Osteoporosis is a condition in which the bones become fragile and brittle. Osteoporosis occurs when bones lose minerals, such as calcium, more quickly than the body can replace them, leading to a loss of bone thickness (bone mass or density). As a result, bones become thinner and weaker, so that even a small bump or fall can cause a fracture.
The most common sites of osteoporotic fractures are:
The bones in the hip, spine, wrist, ribs, pelvis and upper arm. Osteoporosis usually has no signs or symptoms until a fracture happens – this is why osteoporosis is often called the ‘silent disease’.
Osteoporotic fractures can lead to a change in posture, chronic pain, change in the way your body functions and a decrease in your quality of life. 1 in 2 Women and 1 in 3 men over 60 will have an osteoporotic fracture in their life.
The most common risk factors for osteoporosis are:
Low testosterone (in men)
Women who have not had a period in more than 6 months (excluding pregnancy)
Sedentary (inactive) lifestyle
Smoking, excessive alcohol, or steroid use (prescription and non-prescription)
Lack of Vitamin D (from sunlight) and a lack of calcium (dietary)

The best way to avoid osteoporosis is by doing some regular, moderate intensity, weight bearing exercise.
Think of it this way. A body builder goes to the gym and uses their muscles a lot, so their muscles get bigger and stronger. When they stop going to the gym, their big muscles will slowly waste away, unless they do enough exercise to maintain it.

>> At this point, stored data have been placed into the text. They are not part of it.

#[cfg(test)]
mod tests {
    use super::*;
    use crate::shape::piece::{Arc, Clothoid};

    // A cubic with only c0 non-zero is an arc: its quadrature must match the arc's closed form
    // (elementary geometry), walked station by station as the geometry stage does.
    #[test]
    fn cubic_with_zero_slope_is_an_arc() {
        let (len, k, theta0) = (30.0, 1.0 / 9.0, 0.3);
        let arc = Arc {
            length_m: len,
            curvature_1_m: k,
        };
        let cubic = Cubic {
            length_m: len,
            coeffs: [k, 0.0, 0.0, 0.0],
        };
        let mut walk = cubic.walk(theta0, Accuracy::DEFAULT);
        for j in 1..=60 {
            let t = len * j as f64 / 60.0;
            let (x, z) = walk.to(t);
            let (ax, az) = arc.displacement(theta0, t, Accuracy::DEFAULT);
            assert!((x - ax).abs() < 1e-12 && (z - az).abs() < 1e-12, "t = {t}");
        }
        let (ex, ez) = walk.end();
        let (ax, az) = arc.displacement(theta0, len, Accuracy::DEFAULT);
        assert!((ex - ax).abs() < 1e-12 && (ez - az).abs() < 1e-12);
    }

    // A cubic with c2 = c3 = 0 is a clothoid: the walk by quadrature must match the Fresnel form
    // (A&S 7.3.1; the Fresnel form itself is checked against mpmath in clothoid.rs).
    #[test]
    fn cubic_with_linear_curvature_is_a_clothoid() {
        let (len, k0, c, theta0) = (40.0, 0.02, 0.004, -0.2);
        let spiral = Clothoid {
            length_m: len,
            start_1_m: k0,
            slope_1_m2: c,
        };
        let cubic = Cubic {
            length_m: len,
            coeffs: [k0, c, 0.0, 0.0],
        };
        let mut walk = cubic.walk(theta0, Accuracy::DEFAULT);
        for j in 0..=25 {
            let t = len * j as f64 / 25.0;
            let (x, z) = walk.to(t);
            let (fx, fz) = spiral
                .fresnel_displacement(theta0, t, Accuracy::DEFAULT)
                .unwrap();
            assert!((x - fx).abs() < 1e-11 && (z - fz).abs() < 1e-11, "t = {t}");
        }
    }

    // The nodes' short series against the C library's sine and cosine (glibc's libm, an
    // independent implementation), across each series' whole range: within 2 ulp.
    #[test]
    fn node_series_match_the_library_sine_and_cosine() {
        fn check<const N: usize>(range: f64) -> f64 {
            let mut worst: f64 = 0.0;
            for i in -10_000..=10_000 {
                let x = range * i as f64 / 10_000.0;
                // One node at u = 1 (h = 2, node 1, weight 1): Δ = p0 = x.
                let (c, s) = node_sums::<1, N>(&[(1.0, 1.0)], 2.0, &[x, 0.0, 0.0, 0.0]);
                for (got, want) in [(c, x.cos()), (s, x.sin())] {
                    let ulp = f64::EPSILON * want.abs().max(f64::MIN_POSITIVE);
                    worst = worst.max((got - want).abs() / ulp);
                }
            }
            worst
        }
        let short = check::<6>(SHORT_SERIES_TURN_RAD);
        let long = check::<9>(SMALL_TURN_RAD);
        assert!(short <= 2.0 && long <= 2.0, "{short} {long} ulp");
    }

    // A caller's looser accuracy (sub-intervals turning 3 rad) takes the library at every node;
    // its answer still approximates the arc's closed form (elementary geometry).
    #[test]
    fn loose_accuracy_falls_back_to_the_library_at_every_node() {
        let loose = Accuracy {
            max_turn_rad: 3.0,
            max_step_m: 100.0,
            ..Accuracy::DEFAULT
        };
        let (len, k, theta0) = (30.0, 0.2, 0.3);
        let (x, z) = quadrature_displacement(&[k, 0.0, 0.0, 0.0], theta0, 0.0, len, loose);
        let (plain_x, plain_z) = libm_nodes(&[k, 0.0, 0.0, 0.0], theta0, 0.0, 15.0, 2, &GL8);
        assert_eq!((x, z), (plain_x, plain_z));
        let arc = Arc {
            length_m: len,
            curvature_1_m: k,
        };
        let (ax, az) = arc.displacement(theta0, len, Accuracy::DEFAULT);
        assert!(
            (x - ax).abs() < 1e-6 && (z - az).abs() < 1e-6,
            "{x} {z} vs {ax} {az}"
        );
    }

    // The integer ceiling must be `f64::ceil` (the standard library's) cast to a count.
    #[test]
    fn integer_ceiling_is_the_ceiling() {
        let probes = [
            0.0,
            -0.0,
            0.3,
            1.0,
            1.0 + f64::EPSILON,
            2.5,
            1e15 + 0.5,
            4503599627370497.0,
            1e20,
            -0.7,
            -3.0,
            f64::NAN,
            f64::INFINITY,
            f64::NEG_INFINITY,
            1e-300,
        ];
        for x in probes {
            assert_eq!(ceil_to_usize(x), x.ceil() as usize, "{x}");
        }
    }

    // κ(t) = 2t − t² on [0, 3] peaks at t = 1 with κ = 1 inside, but |κ| is largest at the end,
    // |κ(3)| = 3; on [0, 2] the interior peak wins (calculus: κ' = 2 − 2t).
    #[test]
    fn largest_curvature_finds_interior_extremes() {
        let mut p = Cubic {
            length_m: 3.0,
            coeffs: [0.0, 2.0, -1.0, 0.0],
        };
        assert_eq!(p.max_abs_curvature_1_m(), 3.0);
        // Signed, the least κ is the end value −3 on [0, 3] and κ(0) = 0 on [0, 2].
        assert_eq!(p.min_curvature_1_m(), -3.0);
        p.length_m = 2.0;
        assert_eq!(p.max_abs_curvature_1_m(), 1.0);
        assert_eq!(p.min_curvature_1_m(), 0.0);
        // With a cubic term: κ = t³ − 3t has its extremes at t = ±1 (κ(1) = −2) on [0, 1.5].
        let q = Cubic {
            length_m: 1.5,
            coeffs: [0.0, -3.0, 0.0, 1.0],
        };
        assert!((q.max_abs_curvature_1_m() - 2.0).abs() < 1e-15);
        assert!((q.min_curvature_1_m() + 2.0).abs() < 1e-15);
    }
}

Your bones work the same way. You need to participate in regular, moderate intensity exercise, to put pressure on your bones, so that your body makes them nice and thick and strong. As soon as you stop putting pressure and weigh on them, they will waste away and become thinner and weaker, unless you do enough weight bearing exercise to maintain it.
It makes sense that it is a disease most common in those over 60 doesn’t it. (not many of them still do moderate intensity, weight bearing exercise to maintain their bone density).
It doesn’t matter how many calcium supplements you take or how many anti-osteoporosis tablets you take, you have to be doing regular, weight bearing exercise to increase, and maintain the density of your bones.